At the instant the traffic light turns green, a car that has been waiting at an intersection starts ahead with a constant acceleration of 3.55 m/s2 . At the same instant a truck, traveling with a constant speed of 22.0 m/s , overtakes and passes the car.
a. How far beyond its starting point does the car overtake the truck?
b. How fast is the car traveling when it overtakes the truck?
1/2 a t^2 = v t ... 1/2 * 3.55 * t^2 = 22.0 t ... 1/2 * 3.55 t = 22.0
a. d = v t = 22.0 t
b. v = a t = 3.55 t
To find the answers to the questions, we need to analyze the motion of the car and the truck and determine when and where they meet.
First, let's calculate the time it takes for the car to overtake the truck.
We can use the equation of motion:
s = ut + (1/2)at^2
where s is the distance traveled, u is the initial velocity, a is the acceleration, and t is the time.
Since the car starts from rest, its initial velocity is 0 m/s. The acceleration of the car is given as 3.55 m/s^2.

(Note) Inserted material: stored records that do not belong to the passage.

//! The binary run with arguments and an optional standard input, for the command
//! tests: (exit code, stdout).
#![allow(dead_code, reason = "each test file uses a different part")]

use std::io::Write;
use std::process::{Command, Stdio};

pub fn rhoboard(args: &[&str], stdin: Option<&str>) -> (i32, String) {
    let mut child = Command::new(env!("CARGO_BIN_EXE_rhoboard"))
        .args(args)
        .stdin(Stdio::piped())
        .stdout(Stdio::piped())
        .stderr(Stdio::piped())
        .spawn()
        .expect("run rhoboard");
    if let Some(input) = stdin {
        child
            .stdin
            .take()
            .expect("stdin")
            .write_all(input.as_bytes())
            .expect("write stdin");
    } else {
        drop(child.stdin.take());
    }
    let out = child.wait_with_output().expect("wait");
    (
        out.status.code().unwrap_or(-1),
        String::from_utf8_lossy(&out.stdout).into_owned(),
    )
}
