//! Shared helpers for the board tests: the demo day on a fixed replay clock.
#![allow(dead_code, reason = "each test file uses a different part")]

use chrono::{DateTime, TimeZone, Utc};
use ratatui::Terminal;
use ratatui::backend::TestBackend;
use ratatui::crossterm::event::{KeyCode, KeyEvent, KeyModifiers};
use rhoboard::board::{App, Msg, Settings};

/// 2026-06-14 at hh:mm UTC.
pub fn demo_time(h: u32, m: u32) -> DateTime<Utc> {
    Utc.with_ymd_and_hms(2026, 6, 14, h, m, 0).unwrap()
}

/// The demo replay starting at hh:mm, paused so nothing moves by itself; no colour.
pub fn demo(h: u32, m: u32) -> App {
    let mut app = App::demo(
        demo_time(h, m),
        Settings {
            color: false,
            ..Settings::default()
        },
    )
    .expect("demo loads");
    app.update(key(KeyCode::Char(' ')));
    app
}

/// The demo at 06:30, stepped with `n` to `hour`:00 (so the change list fills).
pub fn demo_stepped_to(hour: u32) -> App {
    let mut app = demo(6, 30);
    for _ in 7..=hour {
        app.update(key(KeyCode::Char('n')));
    }
    assert_eq!(app.clock, demo_time(hour, 0));
    app
}

/// A key press message.
pub fn key(code: KeyCode) -> Msg {
    Msg::Key(KeyEvent::new(code, KeyModifiers::NONE))
}

/// Types text, one key per character.
pub fn type_text(app: &mut App, text: &str) {
    for c in text.chars() {
        app.update(key(KeyCode::Char(c)));
    }
}

/// Renders the whole board at w×h.
pub fn render(app: &mut App, w: u16, h: u16) -> Terminal<TestBackend> {
    app.update(Msg::Resize(w, h));
    let mut terminal = Terminal::new(TestBackend::new(w, h)).expect("test terminal");
    terminal
        .draw(|f| f.render_widget(&*app, f.area()))
        .expect("draw");
    terminal
}

/// The screen as text lines.
pub fn screen(app: &mut App, w: u16, h: u16) -> String {
    let t = render(app, w, h);
    let buf = t.backend().buffer();
    let mut out = String::new();
    for y in 0..buf.area.height {
        for x in 0..buf.area.width {
            out.push_str(buf[(x, y)].symbol());
        }
        out.push('\n');
    }
    out
}
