/// Is `at` between sunrise and sunset? Polar day counts as day, polar night as night.
pub fn is_day(d: &Daylight, at: DateTime<Utc>) -> bool {
    match (d.sunrise, d.sunset) {
        (Event::At(rise), Event::At(set)) => at >= rise && at <= set,
        (Event::AlwaysAbove, _) | (_, Event::AlwaysAbove) => true,
        _ => false,
    }
}

/// A stretch of night (14 CFR 1.1, from memory: "the time between the end of evening
/// civil twilight and the beginning of morning civil twilight") inside a leg, at one
/// airfield.
#[derive(Debug, Clone, Copy, PartialEq, Eq)]
pub struct NightSpan {
    /// First instant of the leg that is in night.
    pub from: DateTime<Utc>,
    /// Last instant of that stretch inside the leg.
    pub to: DateTime<Utc>,
    /// The end of evening civil twilight that began it, when that is a time.
    pub after_dusk: Option<DateTime<Utc>>,
    /// The beginning of morning civil twilight that ends it, when that is a time.
    pub before_dawn: Option<DateTime<Utc>>,
}

/// The place's civil-twilight day around `date`: from the beginning of morning civil
/// twilight to the end of evening civil twilight. Where the sun never sinks 6° below the
/// horizon the day spans the whole 24 h about solar noon; where it never rises to −6°
/// there is none.
fn civil_day(date: chrono::NaiveDate, field: &Airfield) -> Option<(DateTime<Utc>, DateTime<Utc>)> {
    let d = daylight::daylight(date, field.latitude_deg, field.longitude_deg);
    let half = Duration::hours(12);
    let start = match d.civil_dawn {
        Event::At(t) => t,
        Event::AlwaysAbove => d.solar_noon - half,
        Event::AlwaysBelow => return None,
    };
    let end = match d.civil_dusk {
        Event::At(t) => t,
        Event::AlwaysAbove => d.solar_noon + half,
        Event::AlwaysBelow => return None,
    };
    (start < end).then_some((start, end))
}

/// The first stretch of night between `from` and `to` at `field`, or `None` when the
/// whole of it lies between the beginning of morning and the end of evening civil
/// twilight (NOAA solar method, [`crate::daylight`]). Reads the civil days of the dates
/// around the leg; no allocation.
pub fn night_during(field: &Airfield, from: DateTime<Utc>, to: DateTime<Utc>) -> Option<NightSpan> {
    const MAX_DAYS: usize = 8;
    let to = to.max(from);
    let first = from.date_naive() - Duration::days(1);
    // The dates from the day before the departure to the day after the arrival (a leg
    // of a week at most), each with its civil day, in time order.
    let n = ((to.date_naive() - first).num_days().max(0) as usize + 2).min(MAX_DAYS);
    let mut days = [None; MAX_DAYS];
    for (k, d) in days.iter_mut().enumerate().take(n) {
        *d = civil_day(first + Duration::days(k as i64), field);
    }
    let days = &days[..n];
    let mut t = from;
    loop {
        // The civil day that holds `t`, if any: skip to its end.
        let covering = days.iter().flatten().filter(|(a, b)| *a <= t && t <= *b);
        match covering.map(|(_, b)| *b).max() {
            Some(end) if end >= to => return None,
            Some(end) => t = end + Duration::seconds(1),
            None => {
                let after_dusk = days
                    .iter()
                    .flatten()
                    .map(|(_, b)| *b)
                    .filter(|b| *b < t)
                    .max();
                let before_dawn = days
                    .iter()
                    .flatten()
                    .map(|(a, _)| *a)
                    .filter(|a| *a > t)
                    .min();
                return Some(NightSpan {
                    from: t,
                    to: before_dawn.map_or(to, |d| d.min(to)),
                    after_dusk,
                    before_dawn,
                });
            }
        }
    }
}

/// A student solo any part of which, departure to arrival, falls in night at either
/// end needs the pilot's night solo endorsement for the type (14 CFR 61.87(o) under the
/// FAA regime, from memory; the operator's rule elsewhere), given within the category's
/// solo-endorsement validity where it has one (61.87(o)(3): the 90 days before the
/// flight, from memory). Night is civil night, 14 CFR 1.1 (from memory). The route
/// between the two fields is not modelled: a leg is in night if it is at either end.
/// Nothing is added for a leg wholly in civil daylight.
#[allow(clippy::too_many_arguments)]
pub fn night_limits(
    who: &Who<'_>,
    type_id: &str,
    from_field: &Airfield,
    to_field: &Airfield,
    departs_at: DateTime<Utc>,
    arrives_at: DateTime<Utc>,
    out: &mut Vec<LimitCheck>,
) {
    if who.category != Category::StudentSolo {
        return;
    }
    let Some(pilot) = who.pilot else {
        return;
    };
    let spans = [
        (from_field, night_during(from_field, departs_at, arrives_at)),
        (to_field, night_during(to_field, departs_at, arrives_at)),
    ];
    let Some((field, span)) = spans
        .iter()
        .filter_map(|(f, s)| s.map(|s| (*f, s)))
        .min_by_key(|(_, s)| s.from)
    else {
        return;
    };
    let hhmm = |t: DateTime<Utc>| t.format("%H%MZ").to_string();
    let night = match (span.after_dusk, span.before_dawn) {
        (Some(dusk), Some(dawn)) => format!(
            "end of evening civil twilight {} to beginning of morning civil twilight {}",
            hhmm(dusk),
            hhmm(dawn)
        ),
        (Some(dusk), None) => format!("from the end of evening civil twilight {}", hhmm(dusk)),
        (None, Some(dawn)) => {
            format!(
                "until the beginning of morning civil twilight {}",
                hhmm(dawn)
            )
        }
        (None, None) => "no civil twilight: polar night".to_string(),
    };
    let when = format!(
        "the leg {}–{} is in night at {} from {} to {} (night: {night}, NOAA solar method)",
        hhmm(departs_at),
        hhmm(arrives_at),
        field.id,
        hhmm(span.from),
        hhmm(span.to)
    );
    let day = departs_at.date_naive();
    let days = who.minimums.solo_endorsement_valid_days;
    let matching = || {
        pilot
            .endorsements
            .night
            .iter()
            .filter(|e| e.type_id == type_id && e.date <= day)
    };
    let valid = matching()
        .filter(|e| days.is_none_or(|n| day - e.date < Duration::days(i64::from(n))))
        .max_by_key(|e| e.date);
    let who_name = format!("{} ({})", pilot.name, pilot.id);
    let source = if who.regime == Regime::Faa {
        "14 CFR 61.87(o): night solo endorsement (from memory); night per 14 CFR 1.1, end to beginning of civil twilight (from memory)".to_string()
    } else {
        "operator: night solo endorsement; night per 14 CFR 1.1, end to beginning of civil twilight (from memory)".to_string()
    };
    out.push(match valid {
        Some(e) => flag(
            LimitKind::Endorsement,
            true,
            source,
            format!(
                "{who_name} holds a night solo endorsement for type {type_id} of {}; {when}",
                e.date
            ),
        ),
        None => {
            let lapsed = matching().map(|e| e.date).max();
            flag(
                LimitKind::Endorsement,
                false,
                source,
                match (lapsed, days) {
                    (Some(d), Some(n)) => format!(
                        "{who_name}'s night solo endorsement for type {type_id} of {d} has lapsed ({n}-day validity); {when}"
                    ),
                    _ => format!(
                        "{who_name} has no night solo endorsement for type {type_id}; {when}"
                    ),
                },
            )
        }
    });
}
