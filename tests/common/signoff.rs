//! Shared helpers for the sign-off tests: the demo operator in a temporary folder, and a
//! sign-off made on the demo morning through the library.
#![allow(dead_code, reason = "each test file uses a different part")]

use std::path::Path;

use chrono::{DateTime, Utc};
use rhoboard::assess::{Context, DaySettings, Model, assess_leg};
use rhoboard::commands::check;
use rhoboard::commands::signoff::{data_hashes, leg_index, sign};
use rhoboard::ops::demo;
use rhoboard::signoff::log::AppendOptions;
use rhoboard::signoff::{Log, Request};

/// The demo operator's files in a fresh temporary folder.
pub fn demo_folder() -> tempfile::TempDir {
    let dir = tempfile::tempdir().expect("temp dir");
    for (rel, text) in demo::FILES {
        let p = dir.path().join(rel);
        std::fs::create_dir_all(p.parent().expect("parent")).expect("mkdir");
        std::fs::write(&p, text).expect("write");
    }
    dir
}

/// An RFC 3339 time.
pub fn utc(s: &str) -> DateTime<Utc> {
    DateTime::parse_from_rfc3339(s)
        .expect("time")
        .with_timezone(&Utc)
}

/// Signs `leg` on the demo morning (the 08:00Z basis), at the real time `signed_at`;
/// returns the new head as `seq:sha256`.
pub fn sign_at(dir: &Path, leg: &str, signed_at: &str) -> String {
    let loaded =
        check::load(Some(dir), &[], Some("2026-06-14T08:00:00Z"), utc(signed_at)).expect("load");
    let ops = &loaded.ops;
    let model = Model::new(ops, &DaySettings::default());
    let ctx = Context {
        ops,
        model: &model,
        store: &loaded.store,
        at: loaded.at,
    };
    let i = leg_index(ops, leg, loaded.at).expect("leg");
    let r = assess_leg(&ctx, i).expect("assessed");
    let data = data_hashes(Some(dir)).expect("hashes");
    let req = Request {
        instructor: "Mara Greyling",
        note: "",
        override_reason: None,
        signed_at: utc(signed_at),
        basis_at: loaded.at,
        data: &data,
    };
    let a = sign(
        &Log::of_operator(dir),
        ops,
        &r,
        &req,
        &AppendOptions::default(),
    )
    .expect("signed");
    format!("{}:{}", a.entry.record.seq, a.entry.sha256)
}
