/// A departure before morning civil twilight (02:55:10Z at Greenwich, ephem) is in
/// night from its start; a night endorsement older than the category's 90 days (the
/// same validity as 14 CFR 61.87(o)(3), from memory) has lapsed; one for another type
/// does not count.
#[test]
fn a_dawn_solo_and_a_lapsed_or_wrong_type_night_endorsement() {
    let mut ops = ops();
    xsea_at_greenwich(&mut ops);
    let mut l = leg(&ops, "L01");
    l.departs_at = at(2, 30).fixed_offset();
    l.arrives_at = at(3, 20).fixed_offset();
    let reports = [calm("XSEA", "0220")];
    let pilot = ops.pilots.iter_mut().find(|p| p.id == l.pilot).unwrap();
    let day = NaiveDate::from_ymd_opt(2026, 6, 14).unwrap();
    pilot.endorsements.night = vec![
        rhoboard::ops::pilots::Endorsement {
            type_id: "ft2".into(),
            date: day - Duration::days(90),
            instructor: String::new(),
        },
        rhoboard::ops::pilots::Endorsement {
            type_id: "ft4".into(),
            date: day - Duration::days(3),
            instructor: String::new(),
        },
    ];
    let r = run(&ops, &DaySettings::default(), &reports, at(2, 25), &l);
    let n = night_checks(&r);
    assert_eq!(n[0].state, State::Below, "{:?}", n[0]);
    for want in [
        "has lapsed (90-day validity)",
        "in night at XSEA from 0230Z to ",
    ] {
        assert!(n[0].note.contains(want), "{want:?} not in {}", n[0].note);
    }
    let dawn = at(2, 55) + Duration::seconds(10);
    near(&n[0].note, "in night at XSEA from 0230Z to ", dawn);
    near(&n[0].note, "beginning of morning civil twilight ", dawn);
    // 89 days: still valid.
    ops.pilots
        .iter_mut()
        .find(|p| p.id == l.pilot)
        .unwrap()
        .endorsements
        .night[0]
        .date = day - Duration::days(89);
    let r = run(&ops, &DaySettings::default(), &reports, at(2, 25), &l);
    assert_eq!(night_checks(&r)[0].state, State::Within);
    // Only student solos: the same times flown dual need no endorsement.
    let mut dual = l.clone();
    dual.category = rhoboard::ops::Category::Dual;
    let r = run(&ops, &DaySettings::default(), &reports, at(2, 25), &dual);
    assert!(night_checks(&r).is_empty());
}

Now, let's calculate the time it takes for the car to catch up with the truck:
s (car) = ut + (1/2)at^2
s (car) = 0t + (1/2)(3.55)t^2
We'll set this equation equal to the distance traveled by the truck, which is given as 22.0 m:
22.0 = (1/2)(3.55)t^2
Simplifying the equation:
44.0 = 3.55t^2
Divide both sides by 3.55:
t^2 = 44.0/3.55
t^2 ≈ 12.39
Taking the square root of both sides:
t ≈ √12.39
t ≈ 3.52 seconds
So, it takes approximately 3.52 seconds for the car to overtake the truck.
a. Now, let's find the distance the car travels during this time.
Using the equation of motion:
s (car) = ut + (1/2)at^2
s (car) = 0(3.52) + (1/2)(3.55)(3.52)^2
Simplifying the equation:
s (car) = 0 + (1/2)(3.55)(12.38)
s (car) ≈ 21.89 meters
Therefore, the car overtakes the truck approximately 21.89 meters beyond its starting point.
b. To find the speed of the car when it overtakes the truck, we can use the equation of motion once again.
v (car) = u + at
v (car) = 0 + 3.55(3.52)
v (car) ≈ 12.48 m/s
So, when the car overtakes the truck, it is traveling at approximately 12.48 m/s.